What this task involves: How many lines of the listing below contain "split"? State the number alone.

Supplied material:
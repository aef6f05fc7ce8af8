"""Events in plain words: a headline, figures, contacts, how far the time can be trusted, cautions.

Numbers are printed as coarsely as people read them, so that a text changes only when the facts do. Degree
signs stand in headlines only; the figures below spell the unit out.
"""

from __future__ import annotations

from collections.abc import Callable, Mapping
from typing import Any, Final

from wanderers.constants import AU_KM
from wanderers.ephemeris.constellations import full_name
from wanderers.events.kinds import Kind
from wanderers.report.names import label

Event = Mapping[str, Any]
"""One row of the event table, by column name."""

NEAR_SUN_DEG: Final = 20.0
"""Elongation below which optics are dangerous to sweep with. Common practice, no source."""
GLARE_DEG: Final = 10.0
"""Elongation below which nothing but the Sun can be seen. Common practice, no source."""

NEAR_SUN_CAUTION: Final = (
    "CAUTION: close to the Sun in the sky. Never sweep for it with binoculars, a telescope or a camera "
    "while any part of the Sun is above the horizon: wait until the Sun is fully down, or stop before it "
    "rises. Follow local rules."
)
SUN_CAUTION: Final = (
    "CAUTION: never look at the Sun without a filter made for solar use over the front of every instrument, "
    "finder and camera included, checked for damage before each use; or project the image with a guarded "
    "beam; or join a session led by trained people. Hand-held solar viewers (ISO 12312-2) are for the bare "
    "eye only, never with optics. No sunglasses, smoked glass or eyepiece filters. Follow local rules."
)

FRAME_LABELS: Final = {
    "ecliptic": "in longitude",
    "equator": "in right ascension",
    "j2000": "against the stars",
}
"""A headline names its frame: the same event falls days apart in another."""

ALWAYS_BEHIND: Final = frozenset({"jupiter", "saturn", "uranus", "neptune"})
"""Second bodies of a pair that are farther away than the first whatever the date."""


def summary(event: Event) -> str:
    """Return what happens, in one short line."""
    return _SUMMARIES[Kind(event["kind"])](event)


def category(event: Event) -> str:
    """Return the kind as people write it."""
    return str(event["kind"]).replace("_", " ").capitalize()


def figures(event: Event) -> list[str]:
    """Return the figures that apply, a line for the pair and a line for the body."""
    lines = []
    if event["separation_deg"] is not None:
        size = "Diameter of the circle" if event["kind"] == Kind.GATHERING else "Separation"
        lines.append(f"{size}: {_long_angle(event['separation_deg'])}.")
    seen = [print_figure(event) for column, print_figure in _FIGURES if event[column] is not None]
    if seen:
        lines.append(f"{body_name(event)}: {', '.join(seen)}.")
    return lines


def cautions(event: Event) -> list[str]:
    """Return warnings that belong to an event: looking at or near the Sun, what cannot be seen, the Moon."""
    if event["kind"] == Kind.TRANSIT or (event["body"] == "sun" and event["kind"] != Kind.SEASON_POINT):
        return [SUN_CAUTION]
    lines = []
    elongation = event["elongation_deg"]
    if elongation is not None and elongation < GLARE_DEG:
        lines.append(f"{body_name(event)} not observable: only {elongation:.0f} degrees from the Sun.")
    if near_the_sun(event):
        lines.append(NEAR_SUN_CAUTION)
    if event["body"] == "moon" and event["other"] is not None:
        lines.append("From a place on the Earth the Moon is seen up to 1 degree from the place given here.")
    return lines


def contacts(event: Event) -> list[str]:
    """Return when the edges of two discs touch, to the minute, as far as they do."""
    times = [(ordinal, event[f"contact{number}_utc"]) for number, ordinal in enumerate(_CONTACTS, start=1)]
    known = [f"{ordinal} {minute(time)}" for ordinal, time in times if time is not None]
    return [f"Contacts: {', '.join(known)} UTC."] if known else []


def uncertainty(event: Event) -> str | None:
    """Return how far the time can be trusted, where it cannot be trusted to a second."""
    error_s = event["utc_uncertainty_s"]
    if error_s is None:
        return None
    return (
        f"Time uncertain by about {_seconds(error_s)}: UTC rests on an estimate of the Earth's rotation "
        f"(Delta-T about {_seconds(event['delta_t_s'])})."
    )


def near_the_sun(event: Event) -> bool:
    """Return whether a body of an event may stand less than NEAR_SUN_DEG from the Sun.

    The elongation told is that of the first body; the others may stand nearer by the whole separation, unless
    a site has looked at all of them and found no cause for caution.
    """
    elongation = event["elongation_deg"]
    is_cleared = "caution" in event and event["caution"] is None
    nearer = 0.0 if is_cleared else event["separation_deg"] or 0.0
    return elongation is not None and elongation - nearer < NEAR_SUN_DEG


def minute(instant: str) -> str:
    """Return an ISO 8601 instant to the minute, ``2027-01-10 12:59``; rounded, but never into another day."""
    day, _, clock = instant.removesuffix("Z").partition("T")
    hours, minutes, seconds = clock.split(":")
    whole = min(int(hours) * 60 + int(minutes) + (float(seconds) >= 30.0), 24 * 60 - 1)
    return f"{day} {whole // 60:02d}:{whole % 60:02d}"


def is_held_back(instant: str) -> bool:
    """Return whether rounding an ISO 8601 instant to the minute would have changed its date."""
    hours, minutes, seconds = instant.removesuffix("Z").partition("T")[2].split(":")
    return (hours, minutes) == ("23", "59") and float(seconds) >= 30.0


def listed(names: tuple[str, ...]) -> str:
    """Return names as a list in a sentence: ``Mars, Jupiter and Saturn``."""
    return " and ".join(filter(None, (", ".join(names[:-1]), *names[-1:])))


def body_name(event: Event) -> str:
    """Return the body's name."""
    return label(event["body"])


def pair_names(event: Event) -> str:
    """Return the names of the two bodies."""
    return f"{label(event['body'])} and {label(event['other'])}"


def _side(event: Event) -> str:
    return "eastern" if event["detail"] == "east" else "western"


def _apart(event: Event) -> str:
    return f"{_short_angle(event['separation_deg'])} apart"


def _short_angle(angle_deg: float) -> str:
    """Print an angle for a headline: tenths of a degree, smaller ones in smaller units."""
    if angle_deg >= 0.095:
        return f"{angle_deg:.1f}°"
    return _small_angle(angle_deg)


def _long_angle(angle_deg: float) -> str:
    """Print an angle in words."""
    if angle_deg >= 1.0:
        return f"{angle_deg:.1f} degrees"
    if angle_deg >= 0.095:
        return f"{angle_deg:.2f} degrees ({_small_angle(angle_deg)})"
    return _small_angle(angle_deg)


def _small_angle(angle_deg: float) -> str:
    arcmin = angle_deg * 60.0
    return f"{arcmin:.0f} arcminutes" if arcmin >= 1.5 else f"{arcmin * 60.0:.0f} arcseconds"


def _seconds(seconds: float) -> str:
    """Print a length of time to two digits."""
    scale, unit = next((scale, unit) for scale, unit in _TIME_UNITS if abs(seconds) < 120.0 * scale)
    text = f"{float(f'{seconds / scale:.2g}'):g}"
    return f"{text} {unit.removesuffix('s') if text == '1' else unit}"


def _distance(event: Event) -> str:
    """Print a distance from the Earth; the Moon's in kilometres."""
    if event["body"] == "moon":
        return f"{round(event['distance_au'] * AU_KM, -2):,.0f} km from the Earth"
    return f"{event['distance_au']:.3f} au from the Earth"


def _elongation(event: Event) -> str:
    return f"{event['elongation_deg']:.1f} degrees from the Sun"


def _magnitude(event: Event) -> str:
    return f"magnitude {round(event['magnitude'], 1) + 0.0:.1f}"  # never -0.0


def _diameter(event: Event) -> str:
    arcsec = event["diameter_arcsec"]
    return f"{arcsec / 60.0:.1f} arcminutes across" if arcsec >= 120.0 else f"{arcsec:.1f} arcseconds across"


def _constellation(event: Event) -> str:
    return f"in the constellation {full_name(event['constellation'])}"


_TIME_UNITS: Final = ((1.0, "seconds"), (60.0, "minutes"), (3_600.0, "hours"), (86_400.0, "days"))
_CONTACTS: Final = ("first", "second", "third", "fourth")
_FIGURES: Final[tuple[tuple[str, Callable[[Event], str]], ...]] = (
    ("constellation", _constellation),
    ("elongation_deg", _elongation),
    ("magnitude", _magnitude),
    ("diameter_arcsec", _diameter),
    ("distance_au", _distance),
)


def _station(event: Event) -> str:
    return f"{body_name(event)} turns {event['detail']} {FRAME_LABELS[event['frame']]}"


def _conjunction(event: Event) -> str:
    return f"{pair_names(event)} {_apart(event)}, conjunction {FRAME_LABELS[event['frame']]}"


def _solar_conjunction(event: Event) -> str:
    sort = f"at {event['detail']} conjunction" if event["detail"] else "in conjunction"
    return f"{body_name(event)} {sort} with the Sun"


def _greatest_elongation(event: Event) -> str:
    angle = _short_angle(event["elongation_deg"])
    return f"{body_name(event)} {angle} from the Sun, greatest {_side(event)} elongation"


def _distance_extremum(event: Event) -> str:
    nearest = "closest to" if event["kind"] == Kind.PERIGEE else "farthest from"
    figure = "" if event["distance_au"] is None else f", {_distance(event).removesuffix(' from the Earth')}"
    return f"{body_name(event)} {nearest} the Earth{figure}"


def _hides(event: Event) -> bool:
    """Tell whether it is certain which of the two is in front."""
    other = event["other"]
    return event["body"] == "moon" or event["detail"] == "star" or other in ALWAYS_BEHIND


def _occultation(event: Event) -> str:
    if _hides(event):
        return f"{body_name(event)} passes in front of {label(event['other'])}"
    return f"{pair_names(event)}: one passes in front of the other"


def gathered_names(event: Event) -> str:
    """Return the bodies of a gathering as people list them."""
    return listed(tuple(label(body) for body in event["detail"].split("+")))


def _gathering(event: Event) -> str:
    return f"{gathered_names(event)} within {_short_angle(event['separation_deg'])}"


def _node(event: Event) -> str:
    way = "northward" if event["detail"] == "ascending" else "southward"
    return f"{body_name(event)} crosses the ecliptic {way}"


def _season(event: Event) -> str:
    turn, month = event["detail"].split("_")
    return f"{month.capitalize()} {turn}"


def _phase(event: Event) -> str:
    word = event["detail"].replace("_", " ").capitalize()
    return f"{word} Moon" if event["detail"] in ("new", "full") else word


def _filled(text: str) -> Callable[[Event], str]:
    """Return a writer whose text needs only the names."""

    def write(event: Event) -> str:
        detail = (event["detail"] or "").capitalize()
        return text.format(body=body_name(event), detail=detail, side=_side(event))

    return write


_SUMMARIES: Final[dict[Kind, Callable[[Event], str]]] = {
    Kind.STATION: _station,
    Kind.OPPOSITION: _filled("{body} at opposition to the Sun"),
    Kind.SOLAR_CONJUNCTION: _solar_conjunction,
    Kind.QUADRATURE: _filled("{body} at {side} quadrature"),
    Kind.GREATEST_ELONGATION: _greatest_elongation,
    Kind.PERIGEE: _distance_extremum,
    Kind.APOGEE: _distance_extremum,
    Kind.PERIHELION: _filled("{body} at perihelion, nearest to the Sun"),
    Kind.APHELION: _filled("{body} at aphelion, farthest from the Sun"),
    Kind.GREATEST_BRILLIANCY: lambda e: f"{body_name(e)} at greatest brilliancy, {_magnitude(e)}",
    Kind.CONJUNCTION: _conjunction,
    Kind.APPULSE: lambda e: f"{pair_names(e)} closest, {_apart(e)}",
    Kind.OCCULTATION: _occultation,
    Kind.TRANSIT: _filled("{body} crosses the Sun's disc (transit)"),
    Kind.GATHERING: _gathering,
    Kind.CONSTELLATION_ENTRY: lambda e: f"{body_name(e)} enters {full_name(e['constellation'])}",
    Kind.NODE: _node,
    Kind.SEASON_POINT: _season,
    Kind.RING_PLANE_CROSSING: _filled("{body}'s ring plane passes through the {detail}"),
    Kind.MOON_PHASE: _phase,
}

Completed task: 4